Detak-Palembang.com – Palembang – Seorang narapidana anak di Lapas Pakjo Palembang, ditemukan tewas bunuh diri di dalam lapas. Warga binaan Lapas Anak Palembang berinisial RA (17) itu, ditemukan tewas gantung diri di ruang isolasi lapas karena mengidap penyakit TBC.
“Untuk identitasnya laki-laki” kata Panit SPKT Polrestabes Palembang, Ipda Andrian kepada wartawan, Jumat (4/11/20202)

Jenazah korban yang ditemukan posisi tergantung itu ditemukan petugas pagi tadi. Saat ini sudah di bawa ke RS Bhayangkara Palembang untuk divisum.

“Sudah dibawa ke RS Bayangkara untuk dilakukan pemeriksaan lebih lanjut,” katanya.

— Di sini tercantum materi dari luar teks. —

// Where a command writes (DESIGN.md §5, exit codes): an output that cannot be written, or
// whose writing would lose something (a folder, the case file, a file coldtip did not
// write), is refused before any work with exit 1, the path named on stderr and nothing
// written; a coldtip result may be overwritten, and a `.partial` left by a killed write is
// removed by the next command that writes there.
#include <catch2/catch.hpp>

#include <chrono>
#include <filesystem>
#include <fmt/format.h>

#include "solver/output/OutputFile.hpp"
#include "tests/solver/CliSupport.hpp"

using namespace coldtip::testing;

namespace {

constexpr int kBadInput = 1;

struct Refused {
    const char* name;
    std::string command; //!< run | cooldown | linear | compare
    std::string case_file;
    std::string output;  //!< {dir}: the test's folder, {case}: the case file itself
};

std::string expand(std::string s, const TempFolder& folder, const std::string& case_file)
{
    for (auto [key, value] : {std::pair<std::string, std::string>{"{dir}", folder.path().string()},
                              {"{case}", case_file}})
        for (std::size_t at; (at = s.find(key)) != std::string::npos;)
            s.replace(at, key.size(), value);
    return s;
}

double secondsOf(const std::chrono::steady_clock::time_point& t0)
{
    return std::chrono::duration<double>(std::chrono::steady_clock::now() - t0).count();
}

} // namespace

TEST_CASE("an output that cannot be written or would lose a file is refused before any work",
          "[cli][output]")
{
    const std::string steady = COLDTIP_TEST_DATA "/steady/small-regenerator.yaml";
    const std::string cooldown = COLDTIP_TEST_DATA "/cooldown/small-cold-head.yaml";
    const std::string linear = COLDTIP_TEST_DATA "/linear/ideal-pulse-tube.yaml";
    // clang-format off
    const std::vector<Refused> table = {
        {"missing folder", "run", steady, "{dir}/no-such-folder/r.h5"},
        {"folder under a regular file", "run", steady, "{dir}/plain.txt/r.h5"},
        {"a system file's 'folder'", "run", steady, "/etc/hostname/r.h5"},
        {"a pseudo file system", "run", steady, "/proc/coldtip-r.h5"},
        {"an existing folder", "run", steady, "{dir}/folder"},
        {"a file coldtip did not write", "run", steady, "{dir}/foreign.h5"},
        {"the case file itself", "run", "{case}", "{case}"},
        {"the case file by another path", "run", "{case}", "{dir}/./case.yaml"},
        {"cooldown over a foreign file", "cooldown", cooldown, "{dir}/foreign.h5"},
        {"cooldown over its case file", "cooldown", "{case}", "{case}"},
        {"cooldown into a missing folder", "cooldown", cooldown, "{dir}/no-such-folder/c.h5"},
        {"linear over a foreign file", "linear", linear, "{dir}/foreign.h5"},
        {"linear over its case file", "linear", "{case}", "{case}"},
        {"compare over a foreign file", "compare", linear, "{dir}/foreign.h5"},
        {"compare into an existing folder", "compare", linear, "{dir}/folder"},
    };
    // clang-format on
    for (const Refused& r : table) {
        SECTION(r.name)
        {
            TempFolder folder;
            const std::string case_copy =
                folder.write("case.yaml", readText(r.case_file == "{case}" ? steady : r.case_file));
            const std::string foreign_text = "not a result: a user's notes\n";
            folder.write("foreign.h5", foreign_text);
            folder.write("plain.txt", "a regular file\n");
            std::filesystem::create_directory(folder.file("folder"));
            const std::string case_file = expand(r.case_file, folder, case_copy);
            const std::string output = expand(r.output, folder, case_copy);
            const std::string case_text = readText(case_file);
            const auto before = std::filesystem::directory_iterator(folder.path());
            const std::size_t entries = std::distance(before, {});

            const auto t0 = std::chrono::steady_clock::now();
            const ProcessResult p = runColdtip(
                folder, fmt::format("{} {} -o {} --quiet", r.command, shellQuoted(case_file),
                                    shellQuoted(output)));
            const double seconds = secondsOf(t0);
            INFO(r.command << " -o " << output << ": exit " << p.exit_code << ", stderr: " << p.err);
            CHECK(p.exit_code == kBadInput);
            CHECK(p.err.find(output) != std::string::npos); // the path is named
            CHECK(p.err.find("nothing was written") != std::string::npos);
            CHECK(seconds < 5.0); // refused before computing (the runs take longer)
            // Nothing written: the files are as they were, nothing new in the folder.
            CHECK(readText(case_file) == case_text);
            CHECK(readText(folder.file("foreign.h5")) == foreign_text);
            CHECK(std::filesystem::is_directory(folder.file("folder")));
            CHECK(std::filesystem::is_empty(folder.file("folder")));
            CHECK(std::size_t(std::distance(std::filesystem::directory_iterator(folder.path()),
                                            {})) == entries);
        }
    }
}

TEST_CASE("plot refuses an output folder that is a file", "[cli][output]")
{
    TempFolder folder;
    const std::string file = folder.write("plots", "a regular file\n");
    const ProcessResult p =
        runColdtip(folder, fmt::format("plot {} -o {}", shellQuoted(folder.file("r.h5")),
                                       shellQuoted(file)));
    INFO(p.err);
    CHECK(p.exit_code == kBadInput);
    CHECK(p.err.find(file) != std::string::npos);
    CHECK(readText(file) == "a regular file\n");
}

TEST_CASE("a coldtip result is overwritten, and a killed write's leftover is removed",
          "[cli][output]")
{
    TempFolder folder;
    const std::string out = folder.file("r.h5");
    const std::string leftover = out + ".partial";
    folder.write("r.h5.partial", "half an HDF5 file of a killed write");
    // Two cycles: not converged (exit 2), but a complete result file.
    const std::string args = fmt::format("run {} -o {} --max-cycles 2 --quiet",
                                         shellQuoted(COLDTIP_TEST_DATA "/steady/small-regenerator.yaml"),
                                         shellQuoted(out));
    const ProcessResult first = runColdtip(folder, args);
    INFO(first.err);
    CHECK(first.exit_code == 2);
    CHECK(coldtip::isColdtipFile(out));
    CHECK_FALSE(std::filesystem::exists(leftover));
    const ProcessResult second = runColdtip(folder, args);
    INFO(second.err);
    CHECK(second.exit_code == 2);
    CHECK(coldtip::isColdtipFile(out));
    CHECK_FALSE(coldtip::isColdtipFile(folder.write("text.h5", "\x89HDF\r\n\x1a\n but not HDF5")));
}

Kadivpas Kemenkumham Sumsel Bambang Harianto mengatakan, korban ditemukan petugas jaga dalam kondisi tergantung pada terali ventilasi ruang isolasi. Korban ditemukan sudah meninggal dunia diduga karena bunuh diri, pagi tadi sekitar pukul 07.00 WIB.

Dia menyebut, korban sebelumnya didiagnosa mengidap TBC. Beberapa kali penyakitnya itu kambuh dalam lapas, sehingga ditempatkan di ruang terpisah.

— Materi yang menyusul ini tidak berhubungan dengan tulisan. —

// Interruption and resume (DESIGN.md §5): SIGINT and SIGTERM stop a run within 2 s wherever
// it is (inside a Newton step included), with exit 3 and a readable file; --resume then
// takes the path the uninterrupted run took (RestartPoint.hpp) and gives its answer. A
// SIGKILL at any moment, during a checkpoint write included, leaves no file or a readable
// one, and nothing that a later run trusts. The moments are random; the seed is printed
// (and taken from COLDTIP_TEST_SEED if set) so that a failure can be replayed.
#include <catch2/catch.hpp>

#include <chrono>
#include <cmath>
#include <csignal>
#include <cstdio>
#include <cstdlib>
#include <filesystem>
#include <fmt/format.h>
#include <fstream>
#include <random>
#include <sys/wait.h>
#include <thread>
#include <unistd.h>

#include "solver/output/Hdf5File.hpp"
#include "solver/output/OutputFile.hpp"
#include "tests/solver/CliSupport.hpp"

using namespace coldtip;
using namespace coldtip::testing;
using Clock = std::chrono::steady_clock;

namespace {

//! Start `coldtip run case -o out --quiet [extra]`; returns the child's pid.
pid_t startRun(const std::string& case_file, const std::string& out,
               const std::vector<std::string>& extra = {})
{
    const pid_t pid = fork();
    if (pid == 0) {
        const std::string exe = COLDTIP_EXE;
        std::vector<std::string> args = {exe, "run", case_file, "-o", out, "--quiet"};
        args.insert(args.end(), extra.begin(), extra.end());
        std::vector<char*> argv;
        for (auto& a : args) argv.push_back(a.data());
        argv.push_back(nullptr);
        std::freopen("/dev/null", "w", stderr);
        execv(exe.c_str(), argv.data());
        _exit(127);
    }
    return pid;
}

int exitCode(pid_t pid)
{
    int status = 0;
    waitpid(pid, &status, 0);
    return WIFEXITED(status) ? WEXITSTATUS(status) : -1;
}

std::uint64_t seed()
{
    if (const char* s = std::getenv("COLDTIP_TEST_SEED")) return std::strtoull(s, nullptr, 10);
    return std::random_device{}();
}

//! What is compared between a resumed and an uninterrupted run.
struct Answer {
    double cooling_power = 0.0;
    std::vector<double> solid_temperature;
    std::string status;
};

Answer answerOf(const std::string& path)
{
    Hdf5Reader r(path);
    return {r.doubleAttribute("/summary", "cooling_power_W"),
            r.doubles("/profile/solids/mean_temperature"), r.stringAttribute("/summary", "status")};
}

double largestDifference(const std::vector<double>& a, const std::vector<double>& b)
{
    double d = a.size() == b.size() ? 0.0 : HUGE_VAL;
    for (std::size_t i = 0; i < std::min(a.size(), b.size()); ++i) d = std::max(d, std::abs(a[i] - b[i]));
    return d;
}

//! The steady-state tolerance of the small regenerator's case (SteadyOptions default).
constexpr double kTemperatureTolerance = 0.05; // [K]

const std::string kSmallCase = COLDTIP_TEST_DATA "/steady/small-regenerator.yaml";

//! The uninterrupted run and its wall time.
std::pair<Answer, double> reference(const TempFolder& folder)
{
    const auto t0 = Clock::now();
    const ProcessResult p = runColdtip(folder, fmt::format("run {} -o {} --quiet",
                                                           shellQuoted(kSmallCase),
                                                           shellQuoted(folder.file("ref.h5"))));
    REQUIRE(p.exit_code == 0);
    return {answerOf(folder.file("ref.h5")),
            std::chrono::duration<double>(Clock::now() - t0).count()};
}

//! `--resume` from `out` finishes with the uninterrupted run's answer.
void resumeToTheSameAnswer(const TempFolder& folder, const std::string& out, const Answer& ref)
{
    const ProcessResult p = runColdtip(
        folder, fmt::format("run {} -o {} --resume --quiet", shellQuoted(kSmallCase), shellQuoted(out)));
    INFO(p.err);
    CHECK(p.exit_code == 0);
    const Answer resumed = answerOf(out);
    CHECK(resumed.status == "converged");
    CHECK(largestDifference(resumed.solid_temperature, ref.solid_temperature) <= kTemperatureTolerance);
    CHECK(std::abs(resumed.cooling_power - ref.cooling_power) <= 1e-3 * std::abs(ref.cooling_power));
    // The accelerated solver resumes at a restart point of its own path: bit-identical.
    CHECK(resumed.cooling_power == ref.cooling_power);
    CHECK(resumed.solid_temperature == ref.solid_temperature);
}

//! Random moments within a run of `run_seconds` (seeded; the seed is printed on failure).
struct Moments {
    explicit Moments(double run_seconds) : run_seconds(run_seconds) {}
    double next() { return std::uniform_real_distribution<double>(0.05 * run_seconds, 0.9 * run_seconds)(random); }
    double run_seconds;
    std::uint64_t seed_value = seed();
    std::mt19937_64 random{seed_value};
};

struct Cut {
    int exit_code = -1;
    double seconds_to_exit = 0.0;
};

//! Run the small case into `out` and send `signal` at the next random moment.
Cut cutRun(const std::string& out, int signal, Moments& moments, int trial,
           const std::vector<std::string>& extra = {})
{
    const double at = moments.next();
    // Always printed: a failure further on is replayed with the same seed.
    fmt::print(stderr, "CliInterruptTest: seed {} (COLDTIP_TEST_SEED), trial {}: signal {} at "
                       "{:.2f} s of {:.2f} s\n",
               moments.seed_value, trial, signal, at, moments.run_seconds);
    const pid_t pid = startRun(kSmallCase, out, extra);
    std::this_thread::sleep_for(std::chrono::duration<double>(at));
    const auto sent = Clock::now();
    kill(pid, signal);
    Cut cut;
    cut.exit_code = exitCode(pid);
    cut.seconds_to_exit = std::chrono::duration<double>(Clock::now() - sent).count();
    return cut;
}

} // namespace

TEST_CASE("an interrupted plain run exits 3 with a readable file that --resume continues",
          "[cli][interrupt]")
{
    // Plain integration of the small regenerator takes thousands of cycles: long enough to
    // be interrupted after a second.
    TempFolder folder;
    const std::string plain = folder.file("interrupt-test-case.yaml");
    {
        std::ifstream in(kSmallCase);
        std::ofstream outfile(plain);
        std::string line;
        while (std::getline(in, line)) {
            if (line.find("steady:") != std::string::npos)
                line = "  steady: {method: plain, max_cycles: 20000}";
            outfile << line << "\n";
        }
    }
    const std::string out = folder.file("interrupt-test.h5");
    const pid_t pid = startRun(plain, out);
    std::this_thread::sleep_for(std::chrono::milliseconds(1500));
    kill(pid, SIGINT);
    CHECK(exitCode(pid) == 3);
    long cycles = 0;
    {
        Hdf5Reader r(out);
        CHECK(r.stringAttribute("/summary", "status") == "interrupted");
        cycles = r.longAttribute("/state", "cycles");
        CHECK(cycles > 0);
        CHECK(r.doubles("/state/y").size() > 0);
    }
    // The state belongs to its case: resuming it with another case (here the same network
    // solved by the accelerated method) is refused, and the file is left as it was.
    const ProcessResult other = runColdtip(folder, fmt::format("run {} -o {} --resume --quiet",
                                                               shellQuoted(kSmallCase), shellQuoted(out)));
    INFO(other.err);
    CHECK(other.exit_code == 1);
    CHECK(other.err.find("another case") != std::string::npos);
    CHECK(other.err.find(out) != std::string::npos);
    CHECK(Hdf5Reader(out).stringAttribute("/summary", "status") == "interrupted");
    // Its own case continues from the saved state to the periodic steady state, counting
    // cycles and wall time over the whole run.
    const ProcessResult resumed = runColdtip(folder, fmt::format("run {} -o {} --resume --quiet",
                                                                 shellQuoted(plain), shellQuoted(out)));
    INFO(resumed.err);
    CHECK(resumed.exit_code == 0);
    Hdf5Reader r(out);
    CHECK(r.stringAttribute("/summary", "status") == "converged");
    CHECK(r.longAttribute("/state", "period_index") > cycles);
    const std::vector<double> wall = r.doubles("/history/wall_time");
    const std::vector<double> cycle = r.doubles("/history/cycle");
    CHECK(cycle.back() == double(cycle.size()));
    CHECK(std::is_sorted(wall.begin(), wall.end()));
    CHECK(r.doubleAttribute("/summary", "wall_time_s") >= wall.back());
}

TEST_CASE("a resume of a missing file says it starts afresh", "[cli][interrupt]")
{
    TempFolder folder;
    const std::string out = folder.file("missing.h5");
    const ProcessResult p = runColdtip(folder, fmt::format("run {} -o {} --resume --max-cycles 1",
                                                           shellQuoted(kSmallCase), shellQuoted(out)));
    CHECK(p.err.find(out + " does not exist") != std::string::npos);
    CHECK(p.err.find("starting from the initial state") != std::string::npos);
}

TEST_CASE("a resume of a converged result leaves it as it is", "[cli][interrupt]")
{
    // Solving again from its last cycle would start a new path and give another answer.
    TempFolder folder;
    const std::string out = folder.file("done.h5");
    REQUIRE(reference(folder).first.status == "converged");
    std::filesystem::copy_file(folder.file("ref.h5"), out);
    const std::string before = readText(out);
    const ProcessResult p = runColdtip(folder, fmt::format("run {} -o {} --resume",
                                                           shellQuoted(kSmallCase), shellQuoted(out)));
    INFO(p.err);
    CHECK(p.exit_code == 0);
    CHECK(p.err.find("converged already") != std::string::npos);
    CHECK(readText(out) == before);
}

TEST_CASE("a resume refuses a file of another network with exit 1", "[cli][interrupt]")
{
    TempFolder folder;
    const std::string out = folder.file("other.h5");
    REQUIRE(runColdtip(folder, fmt::format("run {} -o {} --max-cycles 1 --quiet",
                                           shellQuoted(COLDTIP_TEST_DATA "/steady/small-orifice-tube.yaml"),
                                           shellQuoted(out)))
                .exit_code == 2);
    const ProcessResult p = runColdtip(folder, fmt::format("run {} -o {} --resume --quiet",
                                                           shellQuoted(kSmallCase), shellQuoted(out)));
    INFO(p.err);
    CHECK(p.exit_code == 1);
    CHECK(p.err.find("cannot resume") != std::string::npos);
}

TEST_CASE("SIGINT and SIGTERM at random moments stop within 2 s, and --resume gives the "
          "uninterrupted answer",
          "[cli][interrupt]")
{
    TempFolder folder;
    const auto [ref, ref_seconds] = reference(folder);
    // Moments spread over the run: the warm-up, the Newton steps (inside GMRES products
    // most of the time), the settle maps.
    Moments moments(ref_seconds);
    for (int trial = 0; trial < 4; ++trial) {
        const int signal = trial % 2 ? SIGTERM : SIGINT;
        const std::string out = folder.file(fmt::format("cut{}.h5", trial));
        const Cut cut = cutRun(out, signal, moments, trial);
        if (cut.exit_code == 0) continue; // finished before the signal (a slow reference run)
        CHECK(cut.exit_code == 3);
        CHECK(cut.seconds_to_exit < 2.0);
        REQUIRE(isColdtipFile(out));
        CHECK(answerOf(out).status == "interrupted");
        resumeToTheSameAnswer(folder, out, ref);
    }
}

TEST_CASE("SIGKILL at random moments leaves no file or a readable one, and nothing a later "
          "run trusts",
          "[cli][interrupt]")
{
    TempFolder folder;
    const auto [ref, ref_seconds] = reference(folder);
    Moments moments(ref_seconds);
    for (int trial = 0; trial < 3; ++trial) {
        const std::string out = folder.file(fmt::format("killed{}.h5", trial));
        // A checkpoint after every cycle: most kills land in or near a checkpoint write.
        const Cut cut = cutRun(out, SIGKILL, moments, trial, {"--checkpoint-every", "0"});
        if (cut.exit_code == 0) continue;
        if (std::filesystem::exists(out)) {
            CHECK(isColdtipFile(out));
            CHECK(answerOf(out).status == "running");
        }
        // A half-written checkpoint may be left as out.partial; the resume neither reads
        // nor keeps it.
        resumeToTheSameAnswer(folder, out, ref);
        CHECK_FALSE(std::filesystem::exists(out + ".partial"));
    }
}

TEST_CASE("SIGTERM stops a cooldown, averaged or plain, within 2 s with a readable file",
          "[cli][interrupt][cooldown]")
{
    TempFolder folder;
    for (const char* method : {"averaged", "plain"}) {
        const std::string out = folder.file(std::string(method) + ".h5");
        const pid_t pid = fork();
        if (pid == 0) {
            const std::string exe = COLDTIP_EXE;
            std::freopen("/dev/null", "w", stderr);
            if (std::string(method) == "plain")
                execl(exe.c_str(), exe.c_str(), "cooldown", COLDTIP_TEST_DATA "/cooldown/small-cold-head.yaml",
                      "-o", out.c_str(), "--quiet", "--plain", static_cast<char*>(nullptr));
            else
                execl(exe.c_str(), exe.c_str(), "cooldown", COLDTIP_TEST_DATA "/cooldown/small-cold-head.yaml",
                      "-o", out.c_str(), "--quiet", static_cast<char*>(nullptr));
            _exit(127);
        }
        // The small cold head's cooldown takes ten seconds and more: one second is inside it.
        std::this_thread::sleep_for(std::chrono::seconds(1));
        const auto sent = Clock::now();
        kill(pid, SIGTERM);
        const int code = exitCode(pid);
        const double seconds = std::chrono::duration<double>(Clock::now() - sent).count();
        INFO(method << ": exit " << code << " " << seconds << " s after SIGTERM");
        CHECK(code == 3);
        CHECK(seconds < 2.0);
        REQUIRE(isColdtipFile(out));
        CHECK(Hdf5Reader(out).stringAttribute("/cooldown", "status") == "interrupted");
    }
}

“Yang bersangkutan beberapa hari ini mengidap TBC, sehingga kita tempatkan di ruang terpisah,” kata Bambang, dikonfirmasi awak media terpisah.

Hal itu, katanya, dilakukan untuk mengantisipasi tidak menularkan penyakit yang diidapnya kepada warga binaan lain, korban ditempatkan pada ruang isolasi untuk sementara waktu.

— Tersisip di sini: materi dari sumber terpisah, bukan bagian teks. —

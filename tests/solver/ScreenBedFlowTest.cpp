// Steady flow through a bed of woven screens (a regenerator between two buffers, its matrix
// uniform at 300 K) against the Gedeon & Wood screen friction factor, evaluated here by hand
// from the geometry. The first buffer starts above the second and drains through the bed;
// the flow settles within 2 rho d_h^2 / (f Re mu) ~ 10 us, the pressure difference decays
// over ~0.1 s, so the flow is quasi-steady when compared.
#include <catch2/catch.hpp>

#include <cmath>

#include "tests/solver/SolverTestSupport.hpp"

using namespace coldtip;
using namespace coldtip::testing;

TEST_CASE("pressure drop of a screen bed matches the Gedeon & Wood friction factor",
          "[physics]")
{
    const CaseDescription d = rigCase("screen-drain.yaml");
    const ComponentSpec& bed = d.components.at(0);
    // Square-weave screens, layers not nested (Kays & London, "Compact Heat Exchangers",
    // 1964): phi = 1 - pi m d_w / 4, d_h = phi d_w / (1 - phi).
    const double phi = 1.0 - M_PI * bed.fill.mesh * bed.fill.wire_diameter / 4.0;
    const double dh = phi * bed.fill.wire_diameter / (1.0 - phi);
    const double A_flow = phi * 0.25 * M_PI * bed.diameter * bed.diameter;
    REQUIRE(phi == Approx(0.670).margin(0.001)); // physics.md §3.1 table, 200 mesh
    REQUIRE(dh == Approx(108.4e-6).epsilon(0.002));

    Machine machine(d);
    const int screens = componentIndex(machine, "screen-bed");
    REQUIRE(screens >= 0);

    // Two blow-downs, from 10 % and 1 % above the far buffer: Re ~ 100 and ~ 15.
    double Re_low = 1e300, Re_high = 0.0;
    for (double factor : {1.10, 1.01}) {
        for (const Snapshot& s : blowDown(machine, factor, {0.005, 0.02})) {
            const PassageReading r = readPassage(machine, s, screens);
            // Re on d_h and the pore velocity (Gedeon & Wood 1996).
            const double Re = r.mdot * dh / (A_flow * r.mu);
            Re_low = std::min(Re_low, Re);
            Re_high = std::max(Re_high, Re);
            // D. Gedeon and J. G. Wood, NASA CR-198442 (1996), woven screens:
            // f = 129/Re + 2.91 Re^-0.103 (Darcy), dp = f (L / d_h) rho u^2 / 2.
            const double f = 129.0 / Re + 2.91 * std::pow(Re, -0.103);
            const double u = r.mdot / (r.rho * A_flow);
            const double dp_gw = f * bed.length / dh * 0.5 * r.rho * u * u;
            INFO("start " << factor << " x p, t = " << s.t << " s, Re = " << Re << ", f = "
                          << f << ", dp = " << r.dp << " Pa, Gedeon & Wood " << dp_gw
                          << " Pa");
            REQUIRE(Re >= 10.0);
            REQUIRE(r.T_spread < 0.01 * r.T); // the matrix holds the gas near 300 K
            CHECK(r.dp == Approx(dp_gw).epsilon(0.02));
        }
    }
    // The range asked for: Re of order 10 to 100.
    CHECK(Re_low < 30.0);
    CHECK(Re_high > 60.0);
}
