/**
 * Clear-sky series with a monthly clear-sky index, and the filling of missing hours of a forecast with it.
 * Pure (lib/solar only), so it runs the same in a route, the worker and a test.
 */
import { clearSkyHourly, type HourlyWeather, type Site } from '@/lib/solar';

const HOUR_MS = 3_600_000;

/** Air temperature of the clear-sky fallback: daily minimum and maximum [°C] (common practice, no source). */
export const FALLBACK_TAIR_C = { minC: 16, maxC: 31 } as const;

/** Monthly value (January … December) or one value for every month → the value for a UTC month index. */
function clearnessFor(clearness: number | readonly number[], monthIndex: number): number {
  if (typeof clearness === 'number') return clearness;
  const v = clearness[monthIndex];
  if (clearness.length !== 12 || v === undefined) throw new RangeError(`clearness must be one number or 12 monthly values, got ${clearness.length} values`);
  return v;
}

/**
 * Hourly clear sky (lib/solar clearSkyHourly: Ineichen & Perez 2002, Erbs et al. 1982 split below 1) scaled by the
 * clear-sky index of each hour's UTC month.
 * @param site place ([°], [m])
 * @param fromMs first instant [epoch ms]; the series starts on the UTC hour containing it
 * @param toMs end [epoch ms], exclusive
 * @param clearness one value or 12 monthly values, January … December [0–1]
 * @param tAirC daily minimum and maximum air temperature [°C]
 * @returns consecutive hours with ghiWm2, dniWm2, dhiWm2 [W/m²] and tAirC [°C]
 */
export function clearSkyWithClearness(
  site: Site,
  fromMs: number,
  toMs: number,
  clearness: number | readonly number[],
  tAirC: { minC: number; maxC: number } = FALLBACK_TAIR_C,
): HourlyWeather[] {
  const out: HourlyWeather[] = [];
  let from = Math.floor(fromMs / HOUR_MS) * HOUR_MS;
  while (from < toMs) {
    // One call per UTC month so each month gets its own clear-sky index.
    const d = new Date(from);
    const monthEnd = Date.UTC(d.getUTCFullYear(), d.getUTCMonth() + 1, 1);
    const to = Math.min(toMs, monthEnd);
    out.push(...clearSkyHourly(site, from, to, { clearness: clearnessFor(clearness, d.getUTCMonth()), tAirC }));
    from = Math.ceil(to / HOUR_MS) * HOUR_MS;
  }
  return out;
}

/**
 * Completes an hourly series over [fromMs, toMs) on whole UTC hours: hours the series has are kept, the missing
 * ones (before, after or inside it) come from {@link clearSkyWithClearness}.
 * @param hourly given hours, each starting on a whole UTC hour (any order; later duplicates win)
 * @returns the consecutive series and the start [epoch ms] of every filled hour
 * @throws RangeError when a given hour does not start on a whole UTC hour
 */
export function fillWithClearSky(
  site: Site,
  fromMs: number,
  toMs: number,
  hourly: readonly HourlyWeather[],
  clearness: number | readonly number[],
  tAirC: { minC: number; maxC: number } = FALLBACK_TAIR_C,
): { hourly: HourlyWeather[]; filledMs: number[] } {
  const given = new Map<number, HourlyWeather>();
  for (const h of hourly) {
    if (h.t % HOUR_MS !== 0) throw new RangeError(`hourly: every hour must start on a whole UTC hour, got ${new Date(h.t).toISOString()}`);
    given.set(h.t, h);
  }
  const first = Math.floor(fromMs / HOUR_MS) * HOUR_MS;
  const last = Math.ceil(toMs / HOUR_MS) * HOUR_MS;
  let missing = 0;
  for (let t = first; t < last; t += HOUR_MS) if (!given.has(t)) missing++;
  if (missing === 0) return { hourly: [...given.values()].filter((h) => h.t >= first && h.t < last).sort((a, b) => a.t - b.t), filledMs: [] };
  const clear = clearSkyWithClearness(site, first, last, clearness, tAirC);
  const filledMs: number[] = [];
  const out = clear.map((c) => {
    const g = given.get(c.t);
    if (g) return g;
    filledMs.push(c.t);
    return c;
  });
  return { hourly: out, filledMs };
}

“Kita isolasi yang bersangkutan sendirian dengan ruang yang cukup besar 4×5 meter sama seperti ruang yang lain. Terakhir kali petugas piket malam tadi melihat dia baik baik saja,” katanya.

Dijelaskannya, RA merupakan warga Palembang yang divonis 10 bulan atas kasus pencurian. Korban tercatat sebagai penghuni lapas anak di sana sejak empat bulan lalu.

“Hukumannya itu 10 bulan, dia sudah di sini 4 bulan. Ditahan kasus pencurian,” jelas Bambang.